Your assignment: Your task is to filter the data below down to the lines holding "netcheck".

(Saved data entries)
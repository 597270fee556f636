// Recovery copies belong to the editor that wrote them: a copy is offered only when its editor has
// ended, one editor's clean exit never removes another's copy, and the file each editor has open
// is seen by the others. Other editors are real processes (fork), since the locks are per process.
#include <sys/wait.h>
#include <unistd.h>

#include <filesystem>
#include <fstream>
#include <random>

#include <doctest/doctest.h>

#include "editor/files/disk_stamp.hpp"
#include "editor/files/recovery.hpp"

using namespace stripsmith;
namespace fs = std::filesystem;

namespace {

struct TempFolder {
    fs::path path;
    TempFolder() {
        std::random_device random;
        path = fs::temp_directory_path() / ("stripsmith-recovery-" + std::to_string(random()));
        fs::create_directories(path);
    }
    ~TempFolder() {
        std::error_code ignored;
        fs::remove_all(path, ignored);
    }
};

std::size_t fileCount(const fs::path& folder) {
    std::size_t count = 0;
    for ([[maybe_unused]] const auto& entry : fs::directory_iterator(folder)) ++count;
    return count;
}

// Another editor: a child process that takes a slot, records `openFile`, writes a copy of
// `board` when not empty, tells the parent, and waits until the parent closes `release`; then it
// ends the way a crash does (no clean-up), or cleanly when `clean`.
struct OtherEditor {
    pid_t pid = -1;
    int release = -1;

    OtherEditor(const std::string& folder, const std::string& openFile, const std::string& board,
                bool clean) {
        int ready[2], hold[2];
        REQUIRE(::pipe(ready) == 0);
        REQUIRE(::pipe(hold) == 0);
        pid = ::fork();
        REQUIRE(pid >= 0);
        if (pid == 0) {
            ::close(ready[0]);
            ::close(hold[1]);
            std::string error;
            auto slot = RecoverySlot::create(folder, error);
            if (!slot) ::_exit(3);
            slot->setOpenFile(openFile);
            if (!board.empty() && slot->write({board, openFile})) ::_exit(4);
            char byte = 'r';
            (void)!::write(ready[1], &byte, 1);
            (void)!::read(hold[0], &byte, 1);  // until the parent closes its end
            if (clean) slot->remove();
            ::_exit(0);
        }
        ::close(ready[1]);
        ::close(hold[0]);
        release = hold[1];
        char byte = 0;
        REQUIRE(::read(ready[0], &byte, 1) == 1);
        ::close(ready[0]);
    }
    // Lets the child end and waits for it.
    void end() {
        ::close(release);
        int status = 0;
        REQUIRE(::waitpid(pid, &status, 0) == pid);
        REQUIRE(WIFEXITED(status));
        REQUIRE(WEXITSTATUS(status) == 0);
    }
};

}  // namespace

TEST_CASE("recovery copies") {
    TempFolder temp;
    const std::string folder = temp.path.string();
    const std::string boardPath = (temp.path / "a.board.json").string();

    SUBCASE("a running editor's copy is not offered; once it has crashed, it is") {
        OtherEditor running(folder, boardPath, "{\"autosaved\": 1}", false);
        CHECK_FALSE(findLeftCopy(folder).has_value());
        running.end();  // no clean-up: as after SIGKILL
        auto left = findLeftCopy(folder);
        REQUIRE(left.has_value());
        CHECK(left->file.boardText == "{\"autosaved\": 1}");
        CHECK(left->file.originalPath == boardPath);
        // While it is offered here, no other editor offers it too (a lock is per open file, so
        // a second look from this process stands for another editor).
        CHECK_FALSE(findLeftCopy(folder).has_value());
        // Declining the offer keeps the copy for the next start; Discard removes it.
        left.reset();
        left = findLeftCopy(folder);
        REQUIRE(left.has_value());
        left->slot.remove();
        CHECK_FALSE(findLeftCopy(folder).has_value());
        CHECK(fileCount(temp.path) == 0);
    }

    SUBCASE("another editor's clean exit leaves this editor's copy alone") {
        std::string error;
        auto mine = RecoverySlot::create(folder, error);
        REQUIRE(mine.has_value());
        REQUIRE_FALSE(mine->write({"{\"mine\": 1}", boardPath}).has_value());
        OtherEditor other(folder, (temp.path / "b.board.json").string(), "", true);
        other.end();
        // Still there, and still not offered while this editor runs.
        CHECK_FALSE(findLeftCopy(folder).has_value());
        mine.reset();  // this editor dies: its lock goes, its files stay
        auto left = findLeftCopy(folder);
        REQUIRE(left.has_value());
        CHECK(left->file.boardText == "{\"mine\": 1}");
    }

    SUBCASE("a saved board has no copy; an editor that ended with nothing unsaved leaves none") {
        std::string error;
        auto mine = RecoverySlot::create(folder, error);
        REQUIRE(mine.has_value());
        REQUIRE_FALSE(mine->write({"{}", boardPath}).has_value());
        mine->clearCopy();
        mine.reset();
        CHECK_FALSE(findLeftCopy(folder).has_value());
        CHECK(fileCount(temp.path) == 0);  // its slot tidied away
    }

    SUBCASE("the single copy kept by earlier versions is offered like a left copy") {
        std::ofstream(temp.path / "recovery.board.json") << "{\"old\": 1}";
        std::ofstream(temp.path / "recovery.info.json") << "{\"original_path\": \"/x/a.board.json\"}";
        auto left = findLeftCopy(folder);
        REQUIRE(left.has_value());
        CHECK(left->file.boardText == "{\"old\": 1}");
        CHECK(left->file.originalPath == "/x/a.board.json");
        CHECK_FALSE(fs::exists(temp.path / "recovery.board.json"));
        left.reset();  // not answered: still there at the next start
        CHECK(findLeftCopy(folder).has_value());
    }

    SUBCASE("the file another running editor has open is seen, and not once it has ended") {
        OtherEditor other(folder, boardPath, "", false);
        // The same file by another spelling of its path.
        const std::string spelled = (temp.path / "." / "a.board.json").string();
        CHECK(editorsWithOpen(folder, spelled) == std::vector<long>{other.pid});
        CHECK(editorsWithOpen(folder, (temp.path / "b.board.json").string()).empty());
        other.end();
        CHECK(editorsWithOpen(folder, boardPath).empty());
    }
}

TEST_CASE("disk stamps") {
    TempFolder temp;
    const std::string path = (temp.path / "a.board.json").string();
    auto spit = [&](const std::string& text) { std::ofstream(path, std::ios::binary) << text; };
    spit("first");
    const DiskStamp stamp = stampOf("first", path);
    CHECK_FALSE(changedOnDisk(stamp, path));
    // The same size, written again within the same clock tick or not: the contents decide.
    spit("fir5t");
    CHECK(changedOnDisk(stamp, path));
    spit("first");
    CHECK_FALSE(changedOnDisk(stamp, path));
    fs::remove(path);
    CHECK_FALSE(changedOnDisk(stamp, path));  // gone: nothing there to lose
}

--

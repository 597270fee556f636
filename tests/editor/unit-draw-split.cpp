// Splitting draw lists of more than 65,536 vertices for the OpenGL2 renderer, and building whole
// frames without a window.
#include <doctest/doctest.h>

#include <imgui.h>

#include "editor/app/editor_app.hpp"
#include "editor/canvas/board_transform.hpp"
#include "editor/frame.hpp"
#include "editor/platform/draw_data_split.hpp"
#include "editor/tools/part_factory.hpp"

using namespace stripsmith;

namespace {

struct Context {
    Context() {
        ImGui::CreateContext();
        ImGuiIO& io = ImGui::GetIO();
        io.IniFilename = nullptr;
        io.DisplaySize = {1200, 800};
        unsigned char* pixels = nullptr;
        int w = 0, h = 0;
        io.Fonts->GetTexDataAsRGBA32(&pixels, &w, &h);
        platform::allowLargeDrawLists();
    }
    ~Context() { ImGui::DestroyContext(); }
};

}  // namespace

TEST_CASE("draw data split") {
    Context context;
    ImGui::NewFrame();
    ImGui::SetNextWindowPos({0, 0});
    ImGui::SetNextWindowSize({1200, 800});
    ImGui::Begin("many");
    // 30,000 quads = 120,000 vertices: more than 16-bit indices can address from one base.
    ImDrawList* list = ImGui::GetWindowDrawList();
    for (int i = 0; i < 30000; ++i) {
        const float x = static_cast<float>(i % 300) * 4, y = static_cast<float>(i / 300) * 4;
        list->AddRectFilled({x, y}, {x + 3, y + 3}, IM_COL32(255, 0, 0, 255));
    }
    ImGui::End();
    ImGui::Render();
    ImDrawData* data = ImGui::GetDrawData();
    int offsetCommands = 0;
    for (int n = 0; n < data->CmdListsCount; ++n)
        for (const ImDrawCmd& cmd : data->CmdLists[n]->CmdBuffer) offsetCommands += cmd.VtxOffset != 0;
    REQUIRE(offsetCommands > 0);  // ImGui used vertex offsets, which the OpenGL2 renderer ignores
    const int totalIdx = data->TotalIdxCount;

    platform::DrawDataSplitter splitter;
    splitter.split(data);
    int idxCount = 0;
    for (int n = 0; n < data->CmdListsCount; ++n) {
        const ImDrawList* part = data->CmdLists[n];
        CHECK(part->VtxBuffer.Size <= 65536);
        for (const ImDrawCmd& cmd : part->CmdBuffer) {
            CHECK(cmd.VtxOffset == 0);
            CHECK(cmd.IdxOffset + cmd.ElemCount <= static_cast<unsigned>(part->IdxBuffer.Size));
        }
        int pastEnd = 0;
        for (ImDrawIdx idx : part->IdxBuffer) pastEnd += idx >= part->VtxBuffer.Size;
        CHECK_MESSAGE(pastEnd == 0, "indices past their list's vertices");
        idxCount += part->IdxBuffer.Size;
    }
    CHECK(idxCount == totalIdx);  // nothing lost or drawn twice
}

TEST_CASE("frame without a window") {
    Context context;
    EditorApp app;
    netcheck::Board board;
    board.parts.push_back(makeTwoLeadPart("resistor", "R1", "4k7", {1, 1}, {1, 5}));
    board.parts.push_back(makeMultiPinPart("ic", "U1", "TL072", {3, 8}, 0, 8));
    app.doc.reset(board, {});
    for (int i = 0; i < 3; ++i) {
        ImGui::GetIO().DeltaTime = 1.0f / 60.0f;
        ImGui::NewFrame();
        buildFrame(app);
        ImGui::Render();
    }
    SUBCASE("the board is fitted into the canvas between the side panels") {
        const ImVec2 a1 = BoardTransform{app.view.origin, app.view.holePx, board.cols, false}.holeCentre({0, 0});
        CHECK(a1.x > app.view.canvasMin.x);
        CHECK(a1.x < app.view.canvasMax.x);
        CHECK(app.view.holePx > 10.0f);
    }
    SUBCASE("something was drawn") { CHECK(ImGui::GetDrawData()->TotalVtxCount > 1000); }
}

--

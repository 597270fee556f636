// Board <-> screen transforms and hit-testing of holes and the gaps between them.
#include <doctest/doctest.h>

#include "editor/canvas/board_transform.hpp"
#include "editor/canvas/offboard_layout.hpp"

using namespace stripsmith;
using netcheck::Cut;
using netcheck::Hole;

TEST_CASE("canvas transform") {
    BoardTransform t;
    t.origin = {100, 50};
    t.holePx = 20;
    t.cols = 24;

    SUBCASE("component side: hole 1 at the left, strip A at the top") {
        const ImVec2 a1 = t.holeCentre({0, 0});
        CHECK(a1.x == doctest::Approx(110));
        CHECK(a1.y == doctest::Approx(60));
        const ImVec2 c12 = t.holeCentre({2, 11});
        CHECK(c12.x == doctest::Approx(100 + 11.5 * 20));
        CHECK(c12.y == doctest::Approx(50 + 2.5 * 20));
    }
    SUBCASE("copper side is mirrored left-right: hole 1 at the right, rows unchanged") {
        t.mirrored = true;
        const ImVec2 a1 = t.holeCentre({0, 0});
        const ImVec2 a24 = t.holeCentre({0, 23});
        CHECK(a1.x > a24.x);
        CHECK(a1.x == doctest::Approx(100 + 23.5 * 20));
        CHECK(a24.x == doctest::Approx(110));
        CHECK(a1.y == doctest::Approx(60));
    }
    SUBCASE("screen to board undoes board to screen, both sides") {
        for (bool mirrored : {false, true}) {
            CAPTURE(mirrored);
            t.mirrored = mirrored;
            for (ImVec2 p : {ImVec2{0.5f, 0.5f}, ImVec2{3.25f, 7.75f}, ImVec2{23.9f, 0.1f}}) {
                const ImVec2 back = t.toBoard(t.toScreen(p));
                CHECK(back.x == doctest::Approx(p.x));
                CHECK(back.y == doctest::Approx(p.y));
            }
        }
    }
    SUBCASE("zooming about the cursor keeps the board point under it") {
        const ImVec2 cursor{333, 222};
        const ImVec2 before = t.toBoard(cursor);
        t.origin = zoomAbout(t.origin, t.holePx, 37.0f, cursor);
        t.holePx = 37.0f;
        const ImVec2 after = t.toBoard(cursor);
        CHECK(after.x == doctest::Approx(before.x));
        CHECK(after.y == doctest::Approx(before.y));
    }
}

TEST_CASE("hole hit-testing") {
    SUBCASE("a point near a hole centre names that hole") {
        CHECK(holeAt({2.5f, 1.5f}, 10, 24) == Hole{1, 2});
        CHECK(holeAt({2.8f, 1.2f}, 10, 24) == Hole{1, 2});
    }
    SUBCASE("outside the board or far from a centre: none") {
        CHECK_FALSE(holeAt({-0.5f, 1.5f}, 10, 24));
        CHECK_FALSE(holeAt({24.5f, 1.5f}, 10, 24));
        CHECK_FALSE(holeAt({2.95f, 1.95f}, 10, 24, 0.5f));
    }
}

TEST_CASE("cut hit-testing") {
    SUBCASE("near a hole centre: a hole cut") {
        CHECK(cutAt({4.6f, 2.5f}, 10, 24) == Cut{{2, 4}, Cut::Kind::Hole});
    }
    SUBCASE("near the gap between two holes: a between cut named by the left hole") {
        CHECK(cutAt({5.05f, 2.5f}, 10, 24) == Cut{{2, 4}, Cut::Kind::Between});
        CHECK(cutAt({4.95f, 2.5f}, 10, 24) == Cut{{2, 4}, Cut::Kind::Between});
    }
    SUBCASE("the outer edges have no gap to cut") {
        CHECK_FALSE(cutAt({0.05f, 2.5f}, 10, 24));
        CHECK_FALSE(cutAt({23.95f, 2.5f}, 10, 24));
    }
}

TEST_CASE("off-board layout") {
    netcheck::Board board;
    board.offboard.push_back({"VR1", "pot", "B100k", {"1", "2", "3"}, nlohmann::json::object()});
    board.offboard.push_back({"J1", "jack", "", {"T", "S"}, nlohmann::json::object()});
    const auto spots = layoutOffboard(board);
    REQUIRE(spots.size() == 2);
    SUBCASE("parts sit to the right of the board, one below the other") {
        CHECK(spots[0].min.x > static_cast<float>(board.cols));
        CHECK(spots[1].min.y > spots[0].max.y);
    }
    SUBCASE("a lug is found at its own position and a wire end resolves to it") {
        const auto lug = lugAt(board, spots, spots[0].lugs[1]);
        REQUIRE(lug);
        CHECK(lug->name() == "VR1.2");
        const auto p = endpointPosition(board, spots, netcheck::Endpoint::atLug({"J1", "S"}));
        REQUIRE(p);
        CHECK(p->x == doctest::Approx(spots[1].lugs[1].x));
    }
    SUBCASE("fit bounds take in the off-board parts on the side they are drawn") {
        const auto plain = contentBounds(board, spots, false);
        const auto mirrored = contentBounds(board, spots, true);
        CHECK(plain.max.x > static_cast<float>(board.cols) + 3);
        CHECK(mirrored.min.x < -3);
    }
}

Response area:
    netcheck::Board board;
using netcheck::Cut;
using netcheck::Hole;
    netcheck::Board board;
        const auto p = endpointPosition(board, spots, netcheck::Endpoint::atLug({"J1", "S"}));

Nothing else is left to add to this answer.